Published on 2008-09-08.

If all goes well with the Large Hadron Collider this week, it will finally have gotten a beam to go around a full circle almost a month after the first beam injection. While from a physics standpoint this will be quite exciting, although it will be much more exciting when they manage head-on collisions between two beams a couple of months later, the LHC is also very impressive in terms of the supporting computing infrastructure.

The LHC is going to generate an incredible number of collision events, too much to handle in a single computing center. And I mean a center with more than 100,000 computers. This means that they need a computing infrastructure distributed all over the world which is able to handle the flood of data that comes out of the collider. With about one DVD’s worth of data being generated every five seconds, the data is first received by CERN’s computing center, which then distributes the data to 11 computing sites in Europe, North America, and Asia. These then provide access to the collision data to scientists on their own computers, which will do the actual CPU-intensive work of analyzing the data for new discoveries.
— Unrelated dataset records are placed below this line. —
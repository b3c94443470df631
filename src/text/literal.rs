//! Numbers in brackets: nested lists, NumPy prints, rows with semicolons, JSON.

use super::number::{DecimalMark, parse_number};
use super::source::{Source, visible};
use super::{Attempt, Block, Form, Placed, ReadOptions, ReadingDescription, Row, assemble};
use crate::error::Error;

pub(super) fn attempts(source: &Source, options: &ReadOptions) -> Vec<Attempt> {
    [DecimalMark::Point, DecimalMark::Comma]
        .into_iter()
        .filter(|&decimal| options.decimal.is_none_or(|wanted| wanted == decimal))
        .filter_map(|decimal| Reader::new(source, decimal).read())
        .collect()
}

/// Goes through the characters once; nesting is a count, not a recursion.
struct Reader<'a> {
    source: &'a Source,
    decimal: DecimalMark,
    /// Tuples nest too where there is no other bracket.
    round_brackets: bool,
    depth: usize,
    line: usize,
    character: usize,
    semicolons: bool,
    /// The name of what comes next.
    label: Option<String>,
    blocks: Vec<Block>,
    /// Of the outermost bracket that is open.
    block: Block,
    row: Vec<Placed>,
    row_line: usize,
    /// The first thing that was wrong in the row.
    row_error: Option<Error>,
    /// What makes the whole text unreadable.
    fatal: Option<Error>,
}

impl<'a> Reader<'a> {
    fn new(source: &'a Source, decimal: DecimalMark) -> Self {
        Self {
            source,
            decimal,
            round_brackets: source.is_in_parentheses(),
            depth: 0,
            line: 0,
            character: 0,
            semicolons: false,
            label: None,
            blocks: Vec::new(),
            block: Block::default(),
            row: Vec::new(),
            row_line: 1,
            row_error: None,
            fatal: None,
        }
    }

    fn read(mut self) -> Option<Attempt> {
        while self.line < self.source.lines.len() && self.fatal.is_none() {
            if self.depth == 0
                && let Some(comment) = &self.source.comments[self.line]
            {
                self.label = Some(comment.clone());
            }
            self.character = 0;
            self.read_line();
            self.line += 1;
        }
        if self.depth > 0 && self.fatal.is_none() {
            let line = self.source.lines.len();
            self.fatal = Some(
                Error::new(
                    "open-bracket",
                    "A bracket is opened and not closed: the end of the text is missing.",
                )
                .at_text(line, 1, 1),
            );
        }
        self.end_row();
        self.end_block();
        let assembled = assemble(joined(self.blocks));
        let mut refusals = assembled.refusals;
        let mut matrices = assembled.matrices;
        if let Some(error) = self.fatal {
            // What an elided or cut text holds may be the wrong matrices.
            matrices.clear();
            refusals.insert(0, error);
        }
        (assembled.numbers > 0 || !refusals.is_empty()).then_some(Attempt {
            reading: ReadingDescription {
                form: if self.semicolons {
                    Form::BracketsWithSemicolons
                } else {
                    Form::Brackets
                },
                decimal: self.decimal,
                grouped: false,
                delimiter: None,
                header_row_count: 0,
            },
            matrices,
            numbers: assembled.numbers,
            refusals,
            notes: assembled.notes,
        })
    }

    fn peek(&self) -> Option<char> {
        self.source.lines[self.line].get(self.character).copied()
    }

    fn read_line(&mut self) {
        while let Some(c) = self.peek() {
            if self.fatal.is_some() {
                return;
            }
            match c {
                '[' | '{' => self.open(),
                ']' | '}' => self.close(),
                '(' if self.round_brackets => self.open(),
                ')' if self.round_brackets => self.close(),
                ';' => {
                    if self.depth > 0 {
                        self.semicolons = true;
                        self.end_row();
                    }
                    self.character += 1;
                }
                '.' if self.rest_starts_with("...") => self.ellipsis(),
                '-' | '+' | '.' | '0'..='9' => self.number(),
                c if c.is_alphabetic() || c == '_' => self.word(),
                ',' | '(' | ')' | '=' | '\0' | '"' | '\'' | '|' => self.character += 1,
                c if c.is_whitespace() => self.character += 1,
                _ => {
                    if self.depth > 0 {
                        self.refuse(
                            Error::new("bad-character", format!("'{c}' is not part of a number.")),
                            1,
                        );
                    }
                    self.character += 1;
                }
            }
        }
    }

    fn rest_starts_with(&self, what: &str) -> bool {
        let rest = &self.source.lines[self.line][self.character..];
        what.chars()
            .enumerate()
            .all(|(k, c)| rest.get(k) == Some(&c))
    }

    fn open(&mut self) {
        // A list inside a list is a row of its own.
        self.end_row();
        if self.depth == 0 {
            self.block.label = self.label.take();
        }
        let next = self.source.lines[self.line][self.character + 1..]
            .iter()
            .find(|c| !c.is_whitespace());
        if self.peek() == Some('{')
            && (next == Some(&'"') || self.object_on_next_line(next.is_none()))
        {
            self.fatal = Some(
                Error::new(
                    "json-object",
                    "This is a JSON object; paste the array of numbers in it.",
                )
                .at_text(self.line + 1, self.character + 1, 1),
            );
        }
        self.depth += 1;
        self.character += 1;
    }

    fn object_on_next_line(&self, line_is_over: bool) -> bool {
        line_is_over
            && self
                .source
                .lines
                .get(self.line + 1)
                .and_then(|line| line.iter().find(|c| !c.is_whitespace()))
                == Some(&'"')
    }

    fn close(&mut self) {
        self.end_row();
        if self.depth == 0 {
            self.fatal = Some(
                Error::new(
                    "open-bracket",
                    "A bracket is closed that was not opened: the start of the text is missing.",
                )
                .at_text(self.line + 1, self.character + 1, 1),
            );
        }
        self.depth = self.depth.saturating_sub(1);
        if self.depth == 0 {
            self.end_block();
        }
        self.character += 1;
    }

    /// Three points end a line that goes on, or stand for numbers that are missing.
    fn ellipsis(&mut self) {
        let line = &self.source.lines[self.line];
        let nothing_after = line[self.character + 3..].iter().all(|c| c.is_whitespace());
        let something_before = line[..self.character].iter().any(|c| !c.is_whitespace());
        if !(nothing_after && something_before && self.depth == 1) {
            self.fatal = Some(
                Error::new(
                    "elided-print",
                    "The three points stand for numbers that were not printed; print the array in full (numpy.set_printoptions(threshold=numpy.inf)) and paste again.",
                )
                .at_text(self.line + 1, self.character + 1, 3),
            );
        }
        self.character += 3;
    }

    fn number(&mut self) {
        let line = &self.source.lines[self.line];
        let start = self.character;
        let mut end = start;
        while let Some(&c) = line.get(end) {
            let comma_inside = c == ','
                && self.decimal == DecimalMark::Comma
                && end > start
                && line.get(end + 1).is_some_and(char::is_ascii_digit);
            let sign = matches!(c, '-' | '+')
                && (end == start || matches!(line[end - 1], 'e' | 'E' | 'd' | 'D'));
            if !(c.is_alphanumeric()
                || matches!(c, '.' | '_' | '\0' | '\u{b1}')
                || comma_inside
                || sign)
            {
                break;
            }
            end += 1;
        }
        let token = visible(&line[start..end]);
        // A sign on its own, or one that joins two numbers.
        let end = end.max(start + 1);
        self.character = end;
        if self.depth == 0 {
            return;
        }
        match parse_number(&token, self.decimal, false) {
            Ok(number) => {
                if self.row.is_empty() {
                    self.row_line = self.line + 1;
                }
                self.row.push(Placed {
                    number,
                    line: self.line + 1,
                    character: start + 1,
                    length: end - start,
                });
            }
            Err(problem) => {
                let error = problem
                    .error(&token)
                    .at_text(self.line + 1, start + 1, end - start);
                if self.row_error.is_none() {
                    self.row_error = Some(error);
                }
            }
        }
    }

    /// Names of functions and arrays are passed over; words in place of numbers are
    /// not.
    fn word(&mut self) {
        let line = &self.source.lines[self.line];
        let start = self.character;
        let mut end = start;
        while line
            .get(end)
            .is_some_and(|c| c.is_alphanumeric() || matches!(c, '_' | '.'))
        {
            end += 1;
        }
        let word = visible(&line[start..end]);
        let next = line[end..].iter().copied().find(|c| !c.is_whitespace());
        self.character = end;
        if next == Some('(') {
            return;
        }
        if next == Some('=') {
            if self.depth == 0 {
                self.label = Some(word);
            }
            // The value of an option such as `dtype=float32`.
            let rest = &line[end..];
            let skipped = rest
                .iter()
                .take_while(|c| !matches!(c, '[' | '{' | '(' | ',' | ')' | ';'))
                .count();
            self.character = end + skipped;
            return;
        }
        if self.depth == 0 {
            if next == Some(':') || next.is_none() {
                self.label = Some(visible(line).trim().trim_end_matches(':').to_owned());
            }
            return;
        }
        let error = parse_number(&word, self.decimal, false)
            .err()
            .map(|problem| problem.error(&word));
        if let Some(error) = error {
            self.character = start;
            self.refuse(error, end - start);
            self.character = end;
        }
    }

    /// Marks the row as bad at the present place.
    fn refuse(&mut self, error: Error, length: usize) {
        if self.row.is_empty() && self.row_error.is_none() {
            self.row_line = self.line + 1;
        }
        if self.row_error.is_none() {
            self.row_error = Some(error.at_text(self.line + 1, self.character + 1, length.max(1)));
        }
    }

    fn end_row(&mut self) {
        let numbers = std::mem::take(&mut self.row);
        let error = self.row_error.take();
        if numbers.is_empty() && error.is_none() {
            return;
        }
        let length = self
            .source
            .lines
            .get(self.row_line - 1)
            .map_or(1, |line| line.len().max(1));
        self.block.rows.push(Row {
            numbers: error.map_or(Ok(numbers), Err),
            label: None,
            line: self.row_line,
            length,
        });
    }

    fn end_block(&mut self) {
        let block = std::mem::take(&mut self.block);
        if !block.rows.is_empty() {
            self.blocks.push(block);
        }
    }
}

/// Lists of one row each, one after the other, are the rows of one list.
fn joined(blocks: Vec<Block>) -> Vec<Block> {
    let single = |block: &Block| {
        block.rows.len() == 1
            && block.rows[0]
                .numbers
                .as_ref()
                .is_ok_and(|row| row.len() == 4)
    };
    let mut out: Vec<Block> = Vec::new();
    let mut open = false;
    for block in blocks {
        let joins = single(&block);
        match out.last_mut() {
            Some(last) if open && joins => last.rows.extend(block.rows),
            _ => out.push(block),
        }
        open = joins;
    }
    out
}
And despite the incredible amount of data that comes out of the collider, it’s mind-boggling how that is just a tiny fraction of what is originally produced in it. Out of the 40 million collision events that would occur, a lot of work is done to filter out “boring” and “well-known” events which our current theories of physics can already explain quite well, so that data for “only” about 100 potentially interesting events per second will come out of the collider. Without such filters, even all the computing power and network bandwidth in the world would not be able to handle all the data.